FIVE POINTS
by Tyler Anbinder

New York City lore is something I know a bit of but couldn’t care much about otherwise — this is because I’m a horrible person, of course — but more to the point it’s generally alien to my experience. I have my exceptions, though, and sometimes a good book comes along to illustrate some instances. George Chauncey’s Gay New York is a fine example of recent work while this one is even more recent, and vaguely timely given the flirtation of attention with the history of the Five Points neighborhood thanks to Scorcese’s last attempt to get an Academy Award (and also make a movie, apparently).

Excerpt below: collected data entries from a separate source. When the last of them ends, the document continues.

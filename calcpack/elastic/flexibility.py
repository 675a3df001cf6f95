"""Flexibilities and deflection curves of the released beam, in exact fractions.

Source: principle of virtual forces; f_ij = sum of the integrals of m_i m_j / EI over the beam
+ sum of r_i r_j / k over springs.
"""

from __future__ import annotations

import itertools
from collections.abc import Mapping, Sequence
from dataclasses import dataclass
from fractions import Fraction

from calcpack.exact.piecewise import Piecewise, Side
from calcpack.model.beam import Beam, Station
from calcpack.model.request import Effect
from calcpack.statics.influence import effect_line, unknown_lines
from calcpack.statics.plan import PlanStep
from calcpack.statics.system import System, place_name

Numbers = Mapping[Effect, Fraction]


@dataclass(frozen=True)
class Segment:
    """A stretch between neighbouring key stations, with its stiffness (1 where it is unknown)."""

    start: Fraction
    end: Fraction
    EI: Fraction

    @property
    def length(self) -> Fraction:
        return self.end - self.start


@dataclass(frozen=True)
class State:
    """A state of the released beam: the moment at both ends of every segment, the spring forces.

    ``moments`` are (just right of the segment's start, just left of its end), sagging +;
    ``springs`` the force or couple of each yielding support.
    """

    moments: tuple[tuple[Fraction, Fraction], ...]
    springs: Numbers


def segments(beam: Beam) -> tuple[Segment, ...]:
    """The stretches between key stations; EI = 1 throughout where none is stated."""
    stops = [station.at for station in beam.stations]
    return tuple(
        Segment(start, end, _stiffness(beam, start)) for start, end in itertools.pairwise(stops)
    )


def _stiffness(beam: Beam, at: Fraction) -> Fraction:
    for stretch in beam.stiffness:
        if stretch.start <= at < stretch.end:
            return stretch.EI
    return Fraction(1)


def springs(beam: Beam) -> dict[Effect, Fraction]:
    """The stiffness of each yielding support, by the force or couple that it exerts."""
    found = {}
    for support in beam.supports:
        if support.vertical:
            found[Effect("reaction", support.name, support.at)] = support.vertical
        if support.rotational:
            found[Effect("moment reaction", support.name, support.at)] = support.rotational
    return found


class Released:
    """The released beam with what its states need: unit-load lines of moment at every station.

    Args:
        beam: the whole beam.
        system: cut at releases and redundants.
        plan: of the released beam.
    """

    def __init__(self, beam: Beam, system: System, plan: Sequence[PlanStep]) -> None:
        self.beam, self.system, self.plan = beam, system, plan
        self.segments = segments(beam)
        self.springs = springs(beam)
        nothing = Piecewise.from_pieces([(0, beam.length, (0,))])
        unloaded = dict.fromkeys(system.redundants, nothing)
        self.lines = unknown_lines(beam, plan, unloaded)
        self._ends = [
            (self._moment(one.start, "right"), self._moment(one.end, "left"))
            for one in self.segments
        ]
        self._moment_lines = [
            tuple(effect_line(beam, system, self.lines, end)[0] for end in ends)
            for ends in self._ends
        ]

    def _moment(self, at: Fraction, face: Side) -> Effect:
        return Effect("moment", place_name(self.beam, at), at, face)

    def under_load(self, at: Fraction, side: Side) -> State:
        """The state under the unit load just left or just right of ``at``, redundants absent."""
        moments = tuple(
            (first.value(at, side), last.value(at, side)) for first, last in self._moment_lines
        )
        forces = {one: self.lines[one].value(at, side) for one in self.springs}
        return State(moments, forces)

    def under_redundant(self, redundant: Effect) -> State:
        """The state under the redundant alone, with the value 1."""
        given = {one: Fraction(one == redundant) for one in self.system.redundants}
        found = self.respond(given)
        moments = []
        for ends in self._ends:
            values = []
            for end in ends:
                cut = effect_line_numbers(self.beam, self.system, found, end)
                values.append(cut)
            moments.append((values[0], values[1]))
        return State(tuple(moments), {one: found[one] for one in self.springs})

    def respond(self, given: Numbers) -> dict[Effect, Fraction]:
        """Every unknown from the plan's equations without load, the redundants given."""
        found = dict(given)
        for step in self.plan:
            found[step.unknown] = step.equation.number_for(step.unknown, found)
        return found

    def flexibility(self, one: State, other: State) -> Fraction:
        """The virtual work of one state's forces on the other state's deformations.

        Source: the integral of two straight lines a..b and c..d over a length l,
        l (2 a c + a d + b c + 2 b d) / 6.
        """
        total = Fraction(0)
        pairs = zip(self.segments, one.moments, other.moments, strict=True)
        for segment, (a, b), (c, d) in pairs:
            if (a or b) and (c or d):
                integral = (2 * a * c + a * d + b * c + 2 * b * d) / 6
                total += segment.length * integral / segment.EI
        for spring, stiffness in self.springs.items():
            total += one.springs[spring] * other.springs[spring] / stiffness
        return total

    def curve(self, state: State) -> Piecewise:
        """The deflection (downward +) of the released beam in a state, a cubic for each segment.

        The deflections of the key stations follow from the unit load there; between them the
        chord and the bending of a simple beam under its end moments. At a slide it may jump.
        """
        pieces = []
        for segment, (first, last) in zip(self.segments, state.moments, strict=True):
            low = self.flexibility(state, self.under_load(segment.start, "right"))
            high = self.flexibility(state, self.under_load(segment.end, "left"))
            length, bending = segment.length, 6 * segment.EI
            slope = (high - low) / length + length * (2 * first + last) / bending
            pieces.append(
                (
                    segment.start,
                    segment.end,
                    (low, slope, -3 * first / bending, (first - last) / (bending * length)),
                )
            )
        return Piecewise.from_pieces(pieces)


def effect_line_numbers(beam: Beam, system: System, found: Numbers, effect: Effect) -> Fraction:
    """The value of one effect from known unknowns, without load."""
    from calcpack.statics.influence import cut_at

    if effect in found:
        return found[effect]
    return cut_at(beam, system, effect).equation.number_for(effect, found)


def stations_of(beam: Beam) -> tuple[Station, ...]:
    return beam.stations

What’s nice about Anbinder’s study of the locale that informs both the book and movie Gangs of New York, not to mention one of my favorite novels of all time, Caleb Carr’s The Alienist, is that it (self-consciously, to be sure) aims to ‘tell the story right’ — the opening section wants to overturn both the perception of the area as complete sinkhole and the counterperception of it as being not that bad or suffering from exaggerated horror reports. This is hardly a new rhetorical move in any area but Anbinder often — not always, but often — finds just the right way to advance his theses, tying together hard figures and anecdotal tales, review of records and notes where the testimony fails or is nonexistent, to study what in the nineteenth century was practically a byword for poverty, desperation, sin, the whole lot.

And that’s perhaps the best part of the book, that it studies the construction of the image of Five Points, looking at how those perceptions were created and what drove them, how certain elements were exaggerated or reported or more. It’s often smart social criticism in its own way — again, not a revelatory approach but here a well-handled one. There’s enough to give you the creeping horrors (the descriptions of the stifling, stinking tenements are gut-wrenching) and to help you refocus on the place and time (such as the fact that many Irish immigrants absolutely thought that for all of Five Points’ obvious flaws it was still a vast improvement over their situation where they came from).